WISCONSIN • A 13-year-old girl's escape from a rural home where she was held captive for three months by a Wisconsin man charged with murdering her parents helped break the case and she should be treated as a hero, the local sheriff has said.
Jayme Closs is with her aunt after her rescue last Thursday and has been reunited with the rest of her family and her dog, Barron County Sheriff Chris Fitzgerald told reporters last Friday.
Thousands of volunteers and hundreds of law enforcement officers had searched the small town of Barron after Jayme's parents were found shot dead in their home last October, their front door blown open with a shotgun, their daughter gone.

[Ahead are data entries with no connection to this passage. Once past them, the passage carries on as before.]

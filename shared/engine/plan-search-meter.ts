/**
 * Bookkeeping of a long search: nodes, the share of the search space decided, the time limit,
 * cooperative cancellation (AbortSignal or shouldStop) and throttled progress reports.
 * Checks the clock every 64 nodes and reports at most every 100 ms. O(1) per node.
 */
import type { PlanContext } from './plan-context';

export class SearchMeter {
  nodes = 0;
  halted = false;
  stopped = false;
  private space = 1;
  private closed = 0;
  private lastReport = 0;
  private readonly maxNodes: number;

  constructor(
    private readonly ctx: PlanContext,
    private readonly lowerBound: () => number,
    private readonly bestTotal: () => number,
    private readonly stage = 'exhaustive',
  ) {
    this.maxNodes = ctx.options.maxNodes ?? Infinity;
  }

  begin(space: number): void {
    this.space = Math.max(1, space);
    this.closed = 0;
    this.report(true);
  }

  /** Nodes of earlier runs (reported with this run's). */
  private priorNodes = 0;

  /** A resumed search starts from the k-sets an earlier run decided (and reports its nodes with its own). */
  restore(closed: number, priorNodes: number): void {
    this.closed = closed;
    this.priorNodes = priorNodes;
  }

  get priorNodeCount(): number {
    return this.priorNodes;
  }

  /** Marks `sets` k-sets as decided (evaluated or pruned). */
  close(sets: number): void {
    this.closed += sets;
  }

  spaceSize(): number {
    return this.space;
  }

  /** Number of k-sets decided so far. */
  closedSets(): number {
    return this.closed;
  }

  /** Share of the search space not decided, 0..1. */
  left(): number {
    return Math.min(1, Math.max(0, 1 - this.closed / this.space));
  }

  /** Counts a node; true when the search must stop (time limit, node budget, signal or shouldStop). */
  tick(): boolean {
    if (this.halted) return true;
    if (++this.nodes >= this.maxNodes) {
      this.halted = true;
      return true;
    }
    if ((this.nodes & 63) !== 0) return false;
    const now = performance.now();
    if (shouldStop(this.ctx)) {
      this.halted = true;
      this.stopped = true;
    } else if (now > this.ctx.deadline) this.halted = true;
    if (!this.halted && now - this.lastReport >= 100) this.report(false);
    return this.halted;
  }

  finish(): void {
    this.report(true);
  }

  private report(force: boolean): void {
    const cb = this.ctx.options.onProgress;
    if (!cb) return;
    const now = performance.now();
    if (!force && now - this.lastReport < 100) return;
    this.lastReport = now;
    const best = this.bestTotal();
    const lb = Math.min(best, this.lowerBound());
    const fraction = this.halted ? 1 - this.left() : Math.min(1, this.closed / this.space);
    cb({
      stage: this.stage,
      done: Math.round(fraction * 1000),
      of: 1000,
      fraction,
      bestTotal: best,
      lowerBound: lb,
      gap: best > 0 ? Math.max(0, (best - lb) / best) : 0,
      nodes: this.priorNodes + this.nodes,
    });
  }
}

/** True when the caller asked the planner to stop (AbortSignal or shouldStop). */
export function shouldStop(ctx: PlanContext): boolean {
  return ctx.options.signal?.aborted === true || ctx.options.shouldStop?.() === true;
}

/** binom[m][r] = C(m, r) for m <= n, r <= k (doubles; exact below 2^53). */
export function binomialTable(n: number, k: number): Float64Array[] {
  const t: Float64Array[] = [];
  for (let m = 0; m <= n; m++) {
    const row = new Float64Array(k + 1);
    row[0] = 1;
    for (let r = 1; r <= Math.min(k, m); r++) row[r] = t[m - 1][r - 1] + (r <= m - 1 ? t[m - 1][r] : 0);
    t.push(row);
  }
  return t;
}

Jayme had been targeted by suspected kidnapper Jake Patterson, 21, who planned the murder of the teen's parents, even shaving his head to avoid leaving forensic evidence at the crime scene, Mr Fitzgerald said. "Jayme was the target. The suspect had specific intentions to kidnap Jayme and went to great lengths to prepare to take her."
Relying on what Mr Fitzgerald called "the will of a kid to survive", Jayme escaped the house in the tiny town of Gordon where she had been held captive, about 100km north of her home in Barron. Her captor was not at home when she managed to flee, Mr Fitzgerald said. "Jayme is the hero in this case. She's the one who helped us break this case," he added.
Less than 15 minutes after Jayme's rescue, Patterson was taken into custody after police pulled him over, based on the teen's description of his vehicle.
Patterson, an unemployed resident of Gordon, is in custody after being been charged with kidnapping and with murdering James and Denise Closs with a shotgun. Their bodies were found on Oct 15.